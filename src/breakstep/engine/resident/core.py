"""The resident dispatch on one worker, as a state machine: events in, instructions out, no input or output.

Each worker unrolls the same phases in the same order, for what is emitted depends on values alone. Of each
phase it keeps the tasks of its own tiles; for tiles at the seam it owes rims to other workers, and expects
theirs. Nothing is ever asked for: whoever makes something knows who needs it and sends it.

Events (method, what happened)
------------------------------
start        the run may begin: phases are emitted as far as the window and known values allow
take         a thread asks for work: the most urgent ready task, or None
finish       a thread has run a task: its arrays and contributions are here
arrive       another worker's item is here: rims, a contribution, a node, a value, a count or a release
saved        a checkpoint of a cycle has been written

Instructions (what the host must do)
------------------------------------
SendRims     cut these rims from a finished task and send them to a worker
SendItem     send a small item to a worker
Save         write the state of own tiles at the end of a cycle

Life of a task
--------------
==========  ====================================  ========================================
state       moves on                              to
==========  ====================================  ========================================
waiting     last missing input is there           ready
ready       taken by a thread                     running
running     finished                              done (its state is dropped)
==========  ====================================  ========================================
────
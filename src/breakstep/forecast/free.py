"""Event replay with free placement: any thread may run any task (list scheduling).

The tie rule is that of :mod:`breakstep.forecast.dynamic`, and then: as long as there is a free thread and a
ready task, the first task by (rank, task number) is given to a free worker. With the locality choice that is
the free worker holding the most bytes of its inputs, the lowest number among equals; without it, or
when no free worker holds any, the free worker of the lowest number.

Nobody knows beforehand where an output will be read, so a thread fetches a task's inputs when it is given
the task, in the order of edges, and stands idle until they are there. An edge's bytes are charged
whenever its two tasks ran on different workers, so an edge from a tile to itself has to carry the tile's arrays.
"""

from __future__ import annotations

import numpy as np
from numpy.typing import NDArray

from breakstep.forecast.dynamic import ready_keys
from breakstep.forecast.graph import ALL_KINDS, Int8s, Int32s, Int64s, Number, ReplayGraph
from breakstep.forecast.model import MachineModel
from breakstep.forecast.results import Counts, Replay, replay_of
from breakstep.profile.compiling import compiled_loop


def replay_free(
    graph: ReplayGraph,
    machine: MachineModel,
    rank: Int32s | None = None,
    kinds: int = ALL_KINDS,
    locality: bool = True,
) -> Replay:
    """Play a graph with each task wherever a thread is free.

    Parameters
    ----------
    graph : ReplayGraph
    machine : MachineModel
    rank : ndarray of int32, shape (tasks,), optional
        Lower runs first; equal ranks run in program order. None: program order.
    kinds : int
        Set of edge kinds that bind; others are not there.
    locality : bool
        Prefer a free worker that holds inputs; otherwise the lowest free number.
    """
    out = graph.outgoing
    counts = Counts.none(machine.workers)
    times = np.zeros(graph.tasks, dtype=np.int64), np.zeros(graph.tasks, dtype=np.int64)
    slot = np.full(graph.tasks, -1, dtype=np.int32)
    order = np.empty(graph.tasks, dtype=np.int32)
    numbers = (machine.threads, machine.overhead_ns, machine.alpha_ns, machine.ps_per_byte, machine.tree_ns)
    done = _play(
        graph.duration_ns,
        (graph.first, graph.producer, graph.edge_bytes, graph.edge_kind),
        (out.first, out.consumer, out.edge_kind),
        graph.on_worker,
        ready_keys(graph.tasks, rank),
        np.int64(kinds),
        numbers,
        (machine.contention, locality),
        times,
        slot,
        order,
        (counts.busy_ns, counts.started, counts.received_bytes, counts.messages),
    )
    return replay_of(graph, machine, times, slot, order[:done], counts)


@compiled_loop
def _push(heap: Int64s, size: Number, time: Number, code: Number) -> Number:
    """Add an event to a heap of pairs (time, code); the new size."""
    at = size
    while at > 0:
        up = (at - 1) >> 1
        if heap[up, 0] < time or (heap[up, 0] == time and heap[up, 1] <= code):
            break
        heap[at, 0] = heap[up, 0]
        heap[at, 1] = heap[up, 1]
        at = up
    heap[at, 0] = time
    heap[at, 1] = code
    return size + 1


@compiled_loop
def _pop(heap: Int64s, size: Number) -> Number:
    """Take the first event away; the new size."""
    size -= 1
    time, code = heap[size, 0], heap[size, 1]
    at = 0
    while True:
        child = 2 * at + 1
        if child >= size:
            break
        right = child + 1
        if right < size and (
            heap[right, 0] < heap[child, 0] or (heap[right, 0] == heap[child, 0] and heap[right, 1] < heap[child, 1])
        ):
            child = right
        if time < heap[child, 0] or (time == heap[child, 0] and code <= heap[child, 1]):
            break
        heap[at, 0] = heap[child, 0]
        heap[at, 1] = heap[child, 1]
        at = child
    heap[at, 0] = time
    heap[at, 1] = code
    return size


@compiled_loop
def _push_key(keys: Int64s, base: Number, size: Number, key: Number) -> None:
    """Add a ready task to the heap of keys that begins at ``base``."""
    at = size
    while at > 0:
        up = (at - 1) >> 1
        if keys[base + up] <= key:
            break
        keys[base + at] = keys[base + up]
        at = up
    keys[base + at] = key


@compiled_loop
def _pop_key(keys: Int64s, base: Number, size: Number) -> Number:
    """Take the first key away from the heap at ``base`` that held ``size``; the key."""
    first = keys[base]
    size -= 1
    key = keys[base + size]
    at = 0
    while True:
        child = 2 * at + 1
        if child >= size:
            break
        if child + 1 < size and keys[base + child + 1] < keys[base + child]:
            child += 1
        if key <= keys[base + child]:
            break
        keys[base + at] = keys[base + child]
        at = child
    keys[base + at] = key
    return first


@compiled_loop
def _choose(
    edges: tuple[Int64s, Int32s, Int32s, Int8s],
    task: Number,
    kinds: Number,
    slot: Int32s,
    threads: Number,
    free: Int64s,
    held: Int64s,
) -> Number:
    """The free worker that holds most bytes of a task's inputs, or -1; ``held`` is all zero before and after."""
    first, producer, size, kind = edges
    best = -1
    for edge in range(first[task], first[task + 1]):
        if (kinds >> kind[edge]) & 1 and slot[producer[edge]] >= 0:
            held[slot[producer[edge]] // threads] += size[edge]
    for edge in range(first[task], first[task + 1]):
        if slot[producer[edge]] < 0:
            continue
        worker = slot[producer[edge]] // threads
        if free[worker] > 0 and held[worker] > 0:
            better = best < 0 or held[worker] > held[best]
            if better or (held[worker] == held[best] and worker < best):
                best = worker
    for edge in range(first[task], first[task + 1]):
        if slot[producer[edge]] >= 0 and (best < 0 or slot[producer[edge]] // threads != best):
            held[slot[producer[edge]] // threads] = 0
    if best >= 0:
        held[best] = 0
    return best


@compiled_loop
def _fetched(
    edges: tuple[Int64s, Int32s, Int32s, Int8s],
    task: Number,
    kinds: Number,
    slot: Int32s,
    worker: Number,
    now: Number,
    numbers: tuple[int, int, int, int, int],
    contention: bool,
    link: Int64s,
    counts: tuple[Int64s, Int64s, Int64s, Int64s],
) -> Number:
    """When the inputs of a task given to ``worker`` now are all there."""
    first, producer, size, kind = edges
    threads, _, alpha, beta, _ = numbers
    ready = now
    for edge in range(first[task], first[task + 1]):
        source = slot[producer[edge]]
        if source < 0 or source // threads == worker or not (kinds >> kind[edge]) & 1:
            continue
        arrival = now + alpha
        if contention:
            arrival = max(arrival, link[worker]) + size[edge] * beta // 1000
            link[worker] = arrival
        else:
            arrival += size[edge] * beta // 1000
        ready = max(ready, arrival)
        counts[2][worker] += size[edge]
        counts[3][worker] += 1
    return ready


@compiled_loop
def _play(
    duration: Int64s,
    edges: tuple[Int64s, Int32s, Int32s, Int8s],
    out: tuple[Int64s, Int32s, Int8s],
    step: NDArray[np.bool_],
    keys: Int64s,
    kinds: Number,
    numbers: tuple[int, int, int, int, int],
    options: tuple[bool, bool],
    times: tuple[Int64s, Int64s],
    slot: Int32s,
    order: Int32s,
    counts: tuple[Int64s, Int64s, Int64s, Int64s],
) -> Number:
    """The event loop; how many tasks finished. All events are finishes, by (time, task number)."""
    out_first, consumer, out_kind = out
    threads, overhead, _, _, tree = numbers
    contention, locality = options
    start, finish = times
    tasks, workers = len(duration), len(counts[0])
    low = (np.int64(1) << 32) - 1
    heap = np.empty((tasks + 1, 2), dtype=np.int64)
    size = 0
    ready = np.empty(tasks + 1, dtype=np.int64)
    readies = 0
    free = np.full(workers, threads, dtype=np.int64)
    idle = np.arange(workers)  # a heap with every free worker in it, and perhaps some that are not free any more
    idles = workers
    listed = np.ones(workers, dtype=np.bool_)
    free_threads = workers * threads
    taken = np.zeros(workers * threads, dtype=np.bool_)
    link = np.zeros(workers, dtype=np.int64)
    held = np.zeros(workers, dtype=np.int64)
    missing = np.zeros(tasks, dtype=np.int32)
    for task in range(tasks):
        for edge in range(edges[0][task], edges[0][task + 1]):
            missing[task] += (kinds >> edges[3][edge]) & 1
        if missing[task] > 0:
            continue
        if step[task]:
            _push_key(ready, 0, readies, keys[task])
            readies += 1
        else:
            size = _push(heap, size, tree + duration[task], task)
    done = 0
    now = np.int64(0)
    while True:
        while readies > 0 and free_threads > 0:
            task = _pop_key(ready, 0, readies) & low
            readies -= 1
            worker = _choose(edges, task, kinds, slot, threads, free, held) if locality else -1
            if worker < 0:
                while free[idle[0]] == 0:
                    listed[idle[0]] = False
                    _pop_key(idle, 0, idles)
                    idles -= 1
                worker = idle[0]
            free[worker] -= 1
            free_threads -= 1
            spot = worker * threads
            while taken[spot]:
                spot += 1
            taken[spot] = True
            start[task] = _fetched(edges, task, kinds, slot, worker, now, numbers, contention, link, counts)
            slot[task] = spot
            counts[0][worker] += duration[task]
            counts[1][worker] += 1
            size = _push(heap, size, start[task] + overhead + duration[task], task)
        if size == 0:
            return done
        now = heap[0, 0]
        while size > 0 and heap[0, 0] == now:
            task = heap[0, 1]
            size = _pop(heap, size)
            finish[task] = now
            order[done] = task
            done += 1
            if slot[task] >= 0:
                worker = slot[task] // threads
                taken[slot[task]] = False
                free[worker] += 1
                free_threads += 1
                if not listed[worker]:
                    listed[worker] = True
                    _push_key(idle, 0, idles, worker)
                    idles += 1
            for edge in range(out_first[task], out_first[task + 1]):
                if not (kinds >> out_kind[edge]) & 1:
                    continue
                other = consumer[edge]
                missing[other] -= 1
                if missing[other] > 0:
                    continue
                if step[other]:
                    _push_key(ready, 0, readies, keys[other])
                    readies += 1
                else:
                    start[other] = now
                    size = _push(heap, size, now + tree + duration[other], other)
────
■ EXERCISE OBJECTIVE
Among the records above, extract exactly the lines from the line with "if slot[producer[edge]] <" to the line with "arrival = now + alpha", both lines included, and leave out the rest.

■ RESPONSE TO THE TASK
        if slot[producer[edge]] < 0:
            continue
        worker = slot[producer[edge]] // threads
        if free[worker] > 0 and held[worker] > 0:
            better = best < 0 or held[worker] > held[best]
            if better or (held[worker] == held[best] and worker < best):
                best = worker
    for edge in range(first[task], first[task + 1]):
        if slot[producer[edge]] >= 0 and (best < 0 or slot[producer[edge]] // threads != best):
            held[slot[producer[edge]] // threads] = 0
    if best >= 0:
        held[best] = 0
    return best


@compiled_loop
def _fetched(
    edges: tuple[Int64s, Int32s, Int32s, Int8s],
    task: Number,
    kinds: Number,
    slot: Int32s,
    worker: Number,
    now: Number,
    numbers: tuple[int, int, int, int, int],
    contention: bool,
    link: Int64s,
    counts: tuple[Int64s, Int64s, Int64s, Int64s],
) -> Number:
    """When the inputs of a task given to ``worker`` now are all there."""
    first, producer, size, kind = edges
    threads, _, alpha, beta, _ = numbers
    ready = now
    for edge in range(first[task], first[task + 1]):
        source = slot[producer[edge]]
        if source < 0 or source // threads == worker or not (kinds >> kind[edge]) & 1:
            continue
        arrival = now + alpha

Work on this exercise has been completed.